Este problema lo discutí recientemente con el Dr. Leon Saul, profesor de siquiatría en la Universidad de Pensilvania. Cuando entrábamos en su despacho, pasaba por el corredor una niñera que llevaba a la nietecita del doctor en un cochecillo. Sonreí a la criatura, de cuatro meses, y ella me sonrió al instante. "¿Lo ve usted?" me dijo el Dr. Saul. "Esta niña sólo ha conocido el amor y no tiene motivo para temer a un extraño". Me recordó que con la mayoría de los adultos la situación es distinta. Es posible que hayan sido víctimas de algún rechazo y permanecen silenciosos para protegerse de un nuevo desaire.
Pocas son las personas que no se han construido un refugio con la palabra o con el silencio. Nos escondemos tras una cortina de observaciones triviales, de cosas viejas repetidas muchas veces; detrás de la erudición o la palabrería propias de alguna profesión; detrás de chistes o falsa alegría cuando estamos tristes.; de una engañosa actividad cuando algo nos emociona; o detrás de una falsa hostilidad cuando en realidad anhelamos amor.
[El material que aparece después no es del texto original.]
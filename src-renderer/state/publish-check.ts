import type { EditionView } from './curation-slice.ts';

export interface PublishCheck {
  /** Each rule a shelf does not meet now, as the fill reported it. */
  unmet: { shelf: string; rule: string; reason: string }[];
  /** Shelves nobody has looked at: never opened in the shelf editor here and without a single editorial action. */
  unopened: string[];
}

/** Key of a shelf the editor opened, recorded by the curation slice. */
export const shelfKey = (edition: string, shelf: string) => `${edition}\u0000${shelf}`;

/**
 * What to say before an edition is frozen. "Never opened" has two witnesses: the shelf editor of this window
 * (`opened`), and the shelf's action log, which outlives the window (any action, undone or not, means someone
 * worked on it). A shelf filled on its creation and never looked at again has neither.
 */
export function publishCheck(edition: EditionView, opened: readonly string[]): PublishCheck {
  const seen = new Set(opened);
  return {
    unmet: edition.shelves.flatMap((s) => s.violations.map((v) => ({ shelf: s.label, rule: v.rule, reason: v.reason }))),
    unopened: edition.shelves.filter((s) => s.actions.length === 0 && !seen.has(shelfKey(edition.label, s.label))).map((s) => s.label),
  };
}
¡Y cómo escuchamos a la defensiva! Si una esposa dice que está fatigada por el quehacer de la casa, el marido lo toma como una sátira a su incapacidad de darle ayuda. Un marido elogia un plato que prepara su madre, y la esposa cree que lo dice porque quisiera que ella se pareciera más a su suegra. Nada estorba tanto la verdadera comunicación como esta suspicacia y esta actitud defensiva.
¿Qué podemos hacer? Podemos tratar de volvernos personas con quienes los demás no tengan miedo de hablar. Y podemos hacernos conocer derribando algunas de las barreras que nos separan de las personas que nos rodean.
Es sorprendentemente fácil derribar tales barreras. Podemos empezar sencillamente por aprender a escuchar. En segundo lugar, podemos tratar de ampliar el radio de nuestros intereses, pues no se puede hablar si uno no tiene nada que decir. Las esposas suelen quejarse de que los maridos, cuando regresan a casa por la noche, no quieren oír la relación de los sucesos cotidianos. ¿Pero es que vale la pena oírlos? En tercer lugar, podemos extender el círculo de las personas con quienes nos comunicamos. Vivimos en un pequeño mundo cerrado, con las pocas personas que conocemos y que son como nosotros. Una manera de aprender a comunicarnos mejor es hablar más a menudo con distintas clases de personas.
Por encima de todo, debemos decir lo que realmente sentimos. Hoy se escribe mucho acerca de que uno no debe hablar de sí mismo; pero cuando honradamente nos revelamos los unos a los otros, sin otro propósito que comprender y ser comprendidos, ¡cómo cambia todo! "No permita que otro le escriba su papel", recomienda el Dr. Abraham Maslow, profesor de sicología en la Universidad Brandeis. "Sea honrado, sea sincero, sea franco".
La verdadera comunicación se establece cuando no sólo aceptamos a los demás, sino que los aceptamos con deleite, tales como son, con sus defectos y sus debilidades. En esos momentos la vida nos ofrece lo mejor. Hemos hecho una pequeña contribución a un mundo en que la gente necesita, como nunca antes, el don de hablarse con perfecta confianza y comprensión.